Observability: The Payoff
Once all AI traffic flows through the policy layer, you get centralized observability for free. Every request generates a structured event:
json
{
"timestamp": "2026-02-16T14:30:00Z",
"request_id": "req_abc123",
"task": "summarize",
"domain": "customer-support",
"data_classification": "confidential",
"policy_applied": "customer-support-summarization",
"provider": "anthropic",
"model": "claude-sonnet-4-20250514",
"fallback_used": false,
"input_tokens": 2847,
"output_tokens": 312,
"latency_ms": 1243,
"estimated_cost_usd": 0.0089,
"team": "cs-operations",
"quality_score": null
}
From this, you can build dashboards that answer the questions executives actually ask: "How much are we spending on AI per team?" "Which tasks have the highest error rates?" "Are we compliant with our data handling policies?" "What would happen to our costs if we moved all classification tasks to the self-hosted model?"
That last question is particularly powerful.
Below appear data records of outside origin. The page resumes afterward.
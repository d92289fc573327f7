import { transaction } from "@/db/transaction";
import { route } from "@/lib/server/route-handler";
import { saveReading } from "@/lib/server/services/bench";
import { readingInputSchema } from "@/lib/validation/bench";
import { jobIdFrom } from "../../../_lib/params";

// POST /api/bench/jobs/:id/readings { key, value, note? } — stored with its verdict.
export const POST = route<{ id: string }, typeof readingInputSchema>(
  { permission: "reading.record", body: readingInputSchema },
  async ({ params, body, viewer }) => {
    const jobId = await jobIdFrom(params);
    return transaction((ctx) => saveReading(ctx, { jobId, actorId: viewer.id, input: body }));
  },
);
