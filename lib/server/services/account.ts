import "server-only";
import { and, desc, eq } from "drizzle-orm";
import type { Database } from "@/db";
import { listOwedBackCandidates } from "@/db/queries/owed-back";
import { estimateRevisions, jobs, payments, refunds, user } from "@/db/schema";
import type { TxContext } from "@/db/transaction";
import { accountOf, remainderBelowMinimum, WAIVED_WORDING, type Account } from "@/lib/engine/pricing/account";
import { recordedProcessorMinimum } from "@/lib/engine/pricing/deposit";
import { audit } from "@/lib/server/audit";
import { issueInvoice } from "@/lib/server/services/document-numbers";
import { transitionJob } from "@/lib/server/services/jobs";
import { moneyText } from "@/lib/validation/estimate";

export type JobAccount = {
  account: Account;
  /** The revision the total comes from (null before any approval). */
  revision: typeof estimateRevisions.$inferSelect | null;
  currency: string;
  exponent: number;
  /** Paid deposits, for the deposit still due on a revision approved before the set came in. */
  paidDepositsMinor: number;
  /** The processor's smallest charge in the account's currency, as recorded with the revision. */
  processorMinimumMinor: number;
};

function exponentOf(pricing: Record<string, unknown> | undefined): number {
  const e = pricing?.exponent;
  return typeof e === "number" && Number.isInteger(e) ? e : 2;
}

/**
 * The one account of a job, read from the rows: the newest approved revision's total (or, when the owner had
 * the set returned as is, the total the work stopped at), every payment and every refund.
 */
export async function loadJobAccount(tx: Database, jobId: string): Promise<JobAccount> {
  const [job] = await tx
    .select({ settledTotalMinor: jobs.settledTotalMinor, waivedMinor: jobs.waivedMinor })
    .from(jobs)
    .where(eq(jobs.id, jobId))
    .limit(1);
  const [revision] = await tx
    .select()
    .from(estimateRevisions)
    .where(and(eq(estimateRevisions.jobId, jobId), eq(estimateRevisions.status, "approved")))
    .orderBy(desc(estimateRevisions.revision))
    .limit(1);
  const paymentRows = await tx
    .select({ id: payments.id, amountMinor: payments.amountMinor, status: payments.status, purpose: payments.purpose })
    .from(payments)
    .where(eq(payments.jobId, jobId));
  const refundRows = await tx
    .select({ amountMinor: refunds.amountMinor, status: refunds.status, kind: refunds.kind })
    .from(refunds)
    .innerJoin(payments, eq(payments.id, refunds.paymentId))
    .where(eq(payments.jobId, jobId));
  const totalMinor = job?.settledTotalMinor ?? revision?.totalMinor ?? 0;
  const account = accountOf({ totalMinor, payments: paymentRows, refunds: refundRows, waivedMinor: job?.waivedMinor ?? 0 });
  const [anyRevision] = revision
    ? [revision]
    : await tx
        .select()
        .from(estimateRevisions)
        .where(eq(estimateRevisions.jobId, jobId))
        .orderBy(desc(estimateRevisions.revision))
        .limit(1);
  const currency = anyRevision?.currency ?? "USD";
  return {
    account,
    revision: revision ?? null,
    currency,
    processorMinimumMinor: recordedProcessorMinimum(anyRevision?.pricing),
    exponent: exponentOf(anyRevision?.pricing),
    paidDepositsMinor: paymentRows.filter((p) => p.status === "paid" && p.purpose === "deposit").reduce((s, p) => s + p.amountMinor, 0),
  };
}

/**
 * A job waiting for its balance with nothing left to pay (warranty work, a cheaper revision, payments that
 * already cover the total) moves on to "paid in full" by itself: a system move, written to the history and
 * the audit log like any other. Money owed back is named in the note so the office sees it.
 *
 * A balance that is a positive amount below the processor's smallest charge (a scope change at the bench
 * after the deposit, a late payment) cannot be paid online: the shop waives it here, on the job with who
 * (`waivedBy`: the staff member whose act made it due, or nobody for a system move) and when, audited, and
 * the job moves on as paid. Nothing is ever asked beyond what is owed.
 */
export async function settleIfNothingOwed(
  ctx: TxContext,
  jobId: string,
  { actorId = null }: { actorId?: string | null } = {},
): Promise<{ account: Account; movedOn: boolean; waivedMinor: number }> {
  const [job] = await ctx.tx.select({ state: jobs.state }).from(jobs).where(eq(jobs.id, jobId)).for("update").limit(1);
  const loaded = await loadJobAccount(ctx.tx, jobId);
  const { currency, exponent, processorMinimumMinor } = loaded;
  let account = loaded.account;
  if (job?.state !== "balance_due") return { account, movedOn: false, waivedMinor: 0 };
  const waive = remainderBelowMinimum(account, processorMinimumMinor);
  if (waive > 0) {
    const waivedAt = new Date();
    const waivedMinor = account.waivedMinor + waive;
    await ctx.tx.update(jobs).set({ waivedMinor, waivedBy: actorId, waivedAt }).where(eq(jobs.id, jobId));
    await audit(ctx, {
      actorId,
      action: "account.waive_below_minimum",
      entity: "job",
      entityId: jobId,
      before: { owedMinor: account.owedMinor, waivedMinor: account.waivedMinor },
      after: { waivedMinor, processorMinimumMinor, currency, waivedAt: waivedAt.toISOString() },
    });
    account = (await loadJobAccount(ctx.tx, jobId)).account;
  }
  if (account.owedMinor > 0) return { account, movedOn: false, waivedMinor: 0 };
  const notes: string[] = [];
  if (waive > 0) {
    const [by] = actorId ? await ctx.tx.select({ name: user.name }).from(user).where(eq(user.id, actorId)).limit(1) : [];
    notes.push(
      `${moneyText(waive, currency, exponent)} ${WAIVED_WORDING} (${moneyText(processorMinimumMinor, currency, exponent)})${by ? ` by ${by.name}` : ""}`,
    );
  }
  if (account.owedBackMinor > 0) notes.push(`${moneyText(account.owedBackMinor, currency, exponent)} is owed back to the owner`);
  const note = notes.length ? `Nothing left to pay; ${notes.join("; ")}` : "Nothing left to pay";
  await transitionJob(ctx, { jobId, to: "paid_in_full", actor: "system", actorId: null, note });
  // The final account is known and nothing is left to pay: the invoice is issued with the move.
  await issueInvoice(ctx, jobId);
  return { account, movedOn: true, waivedMinor: waive };
}

export type OwedBackRow = {
  jobId: string;
  jobNumber: number;
  state: string;
  customerName: string;
  currency: string;
  owedBackMinor: number;
  /** Money arrived for a checkout that had been superseded. */
  stalePayment: boolean;
};

/** For the office: jobs where the shop holds more than the total, or money arrived for a superseded checkout. */
export async function listOwedBack(): Promise<OwedBackRow[]> {
  const rows = await listOwedBackCandidates();
  return rows
    .map((r) => ({
      r,
      account: accountOf({ totalMinor: r.totalMinor, payments: r.payments, refunds: r.refunds, waivedMinor: r.waivedMinor }),
    }))
    .filter(({ r, account }) => account.owedBackMinor > 0 || r.anyStale)
    .map(({ r, account }) => ({
      jobId: r.jobId,
      jobNumber: r.jobNumber,
      state: r.state,
      customerName: r.customerName,
      currency: r.currency,
      owedBackMinor: account.owedBackMinor,
      stalePayment: r.anyStale,
    }));
}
Because the policy layer is declarative, you can run simulations against historical traffic to model the impact of policy changes before deploying them.
What This Is Not
This architecture is not a universal AI gateway product. It's a pattern for teams building AI into enterprise systems that need control and visibility without sacrificing development velocity.
It doesn't solve prompt engineering. It doesn't solve evaluation. It doesn't replace your ML platform. What it does is give you a single, auditable, policy-driven control plane for the question of "which model handles this request and why."
For teams running fewer than five AI-powered features on a single provider, this is overkill. For everyone else — especially in regulated industries, multi-provider environments, or organizations where AI costs are becoming a line item worth managing — this pattern pays for itself the first time someone asks, "Can we switch providers for this workload?" and the answer is a YAML change instead of a sprint.
Getting Started
If you're building this from scratch, here's the pragmatic sequence:
Start with the abstraction layer. Get your application code calling complete(task=..., domain=...) instead of provider-specific clients, even if the "policy engine" is initially just a hardcoded mapping. This decoupling is the most valuable change and costs the least.
Add the policy file next. Replace the hardcoded mapping with YAML-driven configuration. Keep it simple — task-to-model mappings with a default fallback.
Layer in data classification enforcement. This is where you get compliance value. Hard-gate provider access based on data sensitivity.
Build the metrics feedback loop. Collect latency, cost, and error data per policy. Use it for reporting first, then for dynamic routing decisions.
Add cost controls and canary support as you need them. These are refinements, not foundations.
The goal isn't to build the full system on day one. It's to establish the pattern early so that every new AI integration automatically inherits routing policies, cost controls, compliance enforcement, and observability without any additional work from the feature team.